125 (space exclusion) and time exclusion (Budhiraja et al 1992). This approach is immensely helpful for grid where fault diagnosis is very difficult as one can discover a failure in a grid processor about which he/she could never know its hardware platform model has existed. Two techniques have been applied while scheduling primary and backup copies of each job. (1) Backup overloading consists of scheduling backups for multiple primary jobs at the same time slot in order to make an efficient utilization of the available processor time. (2) De-allocation of the resources reserved for backup jobs when the corresponding primaries complete successfully. Both hybrid load balancing algorithm and performance-driven technique juxtapose the strong points of neighbour-based and cluster-based load balancing strategies. A load balancing algorithm in which a resource exchanges information and transfers jobs to its physical and/or logical neighbours is called neighbour-based load balancing method. The load balancing algorithms in which the resources are partitioned into clusters based on network transfer delay are called cluster-based load balancing methods (Chatrapati et al 2010). With a view to improve the system flexibility, reliability and save the system resource, both approaches employ the passive replication scheme. The main objective of these techniques is to arrive at the job assignments that can achieve minimum response time, maximum resource utilization and a well balanced load across all the computing resources involved in a grid. 7.1.6 Discussion Optimizing workload allotment for the dynamic grid system is not a simple mission. The assignment of jobs to the systems is performed so as to

126 minimize the average response time and communication delay and optimize the resource utilization. Due to the dynamic nature of the grids, designing a supreme fault tolerant scheduling and load balancing technique still remains a challenge. It is hoped that the techniques can serve as an illustration for pursuing research work in the field of fault tolerance and load balancing. 7.2 FUTURE SCOPE As the configuration of the grid is small, the mathematical and theoretical performance of the proposed techniques cannot be derived with certainty. In the course of designing and evaluating fault tolerant scheduling and load balancing schemes for grids, quite a few attention-grabbing issues have been found which require further investigation. These issues are as follows: 7.2.1 Real Grid Environment The proposed techniques can be tested on real grid environment with assumed distribution for job arrival rate, their resource requirements and execution times for analysing their performance from the mathematical and theoretical perspective. 7.2.2 Security Concerns Grids are mostly formed by resources owned by many organizations and thus are not dedicated to certain users. As such jobs dispatched to the remote systems may experience security issues if the system is attacked by malicious users. Hence, a grid scheduler must be security driven. Applying the notion of security into the proposed approach is clearly a research opportunity.
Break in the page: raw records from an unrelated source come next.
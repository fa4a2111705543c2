using GelDispense.Agent.Demo;
using GelDispense.Agent.Hosting;
using GelDispense.Agent.Journal;
using GelDispense.Agent.Service;
using GelDispense.Agent.Tests.Support;
using GelDispense.Contracts.V1;
using GelDispense.Service.Security;
using Grpc.Core;
using Grpc.Core.Interceptors;
using Grpc.Net.Client;
using Microsoft.Data.Sqlite;

namespace GelDispense.Agent.Tests.Journal;

/// <summary>The outbox against the real service on loopback HTTP/2 and a real journal file.</summary>
[Collection(StationCollection.Name)]
public sealed class AdditionOutboxTests : TempDirectoryTest
{
    private string JournalFile => Path.Combine(Dir, "station", "journal.db");

    private string DatabaseFile => Path.Combine(Dir, "service", "geldispense.db");

    [Fact]
    public async Task An_addition_is_already_pending_in_the_journal_file_when_its_call_leaves_the_station()
    {
        var spy = new JournalSpy(JournalFile);
        await using var bench = await ServiceBench.StartAsync(DatabaseFile, spy);
        using var journal = AdditionJournal.Open(JournalFile, TimeProvider.System);

        var entry = journal.AppendPending(bench.Addition(0));
        var report = await new AdditionOutbox(journal, bench.Link).FlushAsync(default);

        Assert.True(report.Complete);
        Assert.Equal([(entry.AdditionId, "Pending")], spy.SeenAtSend);
        Assert.Equal(JournalState.Sent, journal.ForBatch(bench.Batch.Id).Single().State);
    }

    [Fact]
    public async Task Pending_entries_are_replayed_in_journal_order_and_recorded_once_however_often_the_journal_is_flushed()
    {
        await using var bench = await ServiceBench.StartAsync(DatabaseFile);
        using var journal = AdditionJournal.Open(JournalFile, TimeProvider.System);
        var ids = Enumerable.Range(0, 3).Select(step => journal.AppendPending(bench.Addition(step)).AdditionId).ToList();
        var outbox = new AdditionOutbox(journal, bench.Link);

        var first = await outbox.FlushAsync(default);
        var second = await outbox.FlushAsync(default);

        Assert.Equal(ids, first.Deliveries.Select(d => d.Entry.AdditionId));
        Assert.Empty(second.Deliveries);
        Assert.Equal(ids, (await bench.Link.GetBatchAsync(bench.Batch.Id, default)).Additions.Select(a => a.AdditionId));
    }

    [Fact]
    public async Task An_addition_whose_reply_was_lost_is_answered_as_a_replay_and_recorded_once()
    {
        await using var bench = await ServiceBench.StartAsync(DatabaseFile);
        using var journal = AdditionJournal.Open(JournalFile, TimeProvider.System);
        var entry = journal.AppendPending(bench.Addition(0));

        // The service got it, but the station never saw the answer (the entry is still pending here).
        var firstAnswer = await bench.Link.RecordAdditionAsync(entry.ToRequest(), default);
        var report = await new AdditionOutbox(journal, bench.Link).FlushAsync(default);

        var delivery = Assert.Single(report.Deliveries);
        Assert.True(delivery.Response!.Replayed);
        Assert.Equal(firstAnswer.Addition.TrueMassG, delivery.Response.Addition.TrueMassG);
        Assert.Single((await bench.Link.GetBatchAsync(bench.Batch.Id, default)).Additions);
        Assert.Equal("already recorded (replay)", journal.ForBatch(bench.Batch.Id).Single().Detail);
    }

    [Fact]
    public async Task Entries_journaled_while_the_service_is_down_survive_an_agent_restart_and_are_recorded_once_when_it_returns()
    {
        var bench = await ServiceBench.StartAsync(DatabaseFile);
        var port = bench.Service.Port;
        List<string> ids;
        await using (bench)
        {
            await bench.Service.DisposeAsync();
            using var journal = AdditionJournal.Open(JournalFile, TimeProvider.System);
            ids = [journal.AppendPending(bench.Addition(0)).AdditionId, journal.AppendPending(bench.Addition(1)).AdditionId];

            var offline = await new AdditionOutbox(journal, bench.Link).FlushAsync(default);

            Assert.False(offline.Complete);
            Assert.Equal(2, offline.StillPending);
            Assert.Equal(ServiceStatus.Offline, bench.Link.Status);
        }

        await using var restarted = await EmbeddedService.StartAsync(DatabaseFile, port);
        using var channel = GrpcChannel.ForAddress(restarted.Address);
        using var reopened = AdditionJournal.Open(JournalFile, TimeProvider.System);
        var link = new ServiceLink(channel.CreateCallInvoker(), "test", StationRig.QuickLink, TimeProvider.System, await restarted.IssueKeyAsync(Roles.Station, DemoScenario.StationId));

        var report = await new AdditionOutbox(reopened, link).FlushAsync(default);

        Assert.True(report.Complete);
        Assert.Empty(reopened.Pending());
        Assert.Equal(ids, (await link.GetBatchAsync(bench.Batch.Id, default)).Additions.Select(a => a.AdditionId));
    }

    [Fact]
    public async Task An_entry_whose_connection_closes_under_its_call_stays_pending_and_is_not_rejected()
    {
        // The agent's own channel, which reports the first such call as Internal too.
        await using var peer = new ClosingHttp2Peer();
        using var channel = ServiceChannel.Create(peer.Address, StationRig.QuickLink);
        using var journal = AdditionJournal.Open(JournalFile, TimeProvider.System);
        var entry = journal.AppendPending(new NewAddition(Guid.CreateVersion7(), "b-closing", 0, 12.5, "balance", "lot-c1"));
        var link = new ServiceLink(channel.CreateCallInvoker(), "closing", StationRig.QuickLink, TimeProvider.System);

        var report = await new AdditionOutbox(journal, link).FlushAsync(default);

        Assert.False(report.Complete);
        Assert.Equal(1, report.StillPending);
        Assert.Equal(entry.AdditionId, Assert.Single(journal.Pending()).AdditionId);
        Assert.True(peer.CallsTaken >= 1);
    }

    [Fact]
    public async Task A_refused_entry_is_kept_as_rejected_with_the_reason_and_does_not_hold_back_later_ones()
    {
        await using var bench = await ServiceBench.StartAsync(DatabaseFile);
        using var journal = AdditionJournal.Open(JournalFile, TimeProvider.System);
        var bad = journal.AppendPending(bench.Addition(0) with { StepIndex = 99 });
        var good = journal.AppendPending(bench.Addition(0));

        var report = await new AdditionOutbox(journal, bench.Link).FlushAsync(default);

        Assert.True(report.Complete);
        var record = journal.ForBatch(bench.Batch.Id);
        Assert.Equal(JournalState.Rejected, record.Single(e => e.AdditionId == bad.AdditionId).State);
        Assert.Contains("stepIndex", record.Single(e => e.AdditionId == bad.AdditionId).Detail, StringComparison.Ordinal);
        Assert.Equal(JournalState.Sent, record.Single(e => e.AdditionId == good.AdditionId).State);
        Assert.Equal([good.AdditionId], (await bench.Link.GetBatchAsync(bench.Batch.Id, default)).Additions.Select(a => a.AdditionId));
    }

    [Fact]
    public async Task Additions_the_service_refuses_for_the_stations_key_stay_pending_for_when_the_key_is_put_right()
    {
        await using var bench = await ServiceBench.StartAsync(DatabaseFile);
        var otherStation = new ServiceLink(bench.Channel.CreateCallInvoker(), "test", StationRig.QuickLink, TimeProvider.System, await bench.Service.IssueKeyAsync(Roles.Station, "south-bench-1"));
        using var journal = AdditionJournal.Open(JournalFile, TimeProvider.System);
        journal.AppendPending(bench.Addition(0));
        journal.AppendPending(bench.Addition(1));

        var report = await new AdditionOutbox(journal, otherStation).FlushAsync(default);

        Assert.False(report.Complete);
        Assert.Contains("refuses this station's key", report.StoppedBecause, StringComparison.Ordinal);
        Assert.Equal(2, report.StillPending);
        Assert.Equal(2, journal.Pending().Count);
    }

    /// <summary>Reads the journal file through a connection of its own at the moment each addition call goes out.</summary>
    private sealed class JournalSpy(string journalFile) : Interceptor
    {
        public List<(string AdditionId, string State)> SeenAtSend { get; } = [];

        public override AsyncUnaryCall<TResponse> AsyncUnaryCall<TRequest, TResponse>(
            TRequest request, ClientInterceptorContext<TRequest, TResponse> context, AsyncUnaryCallContinuation<TRequest, TResponse> continuation)
        {
            if (request is RecordAdditionRequest addition)
            {
                using var connection = new SqliteConnection($"Data Source={journalFile};Mode=ReadOnly;Pooling=False");
                connection.Open();
                using var command = connection.CreateCommand();
                command.CommandText = "SELECT state FROM additions WHERE addition_id = $id";
                command.Parameters.AddWithValue("$id", addition.AdditionId);
                SeenAtSend.Add((addition.AdditionId, command.ExecuteScalar() as string ?? "absent"));
            }

            return continuation(request, context);
        }
    }
}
127 7.2.3 Data Grid A data grid is a collection of geographically dispersed storage resources over a wide area network. The goal of the data grid is to provide a large virtual storage framework with unlimited power through collaboration among individuals and institutions. Heterogeneity is a big challenge for the data-intensive applications running on the data grids where interconnections are relatively slow and network latencies are high. Hence, the performance of the proposed approaches needs to be investigated for data grids.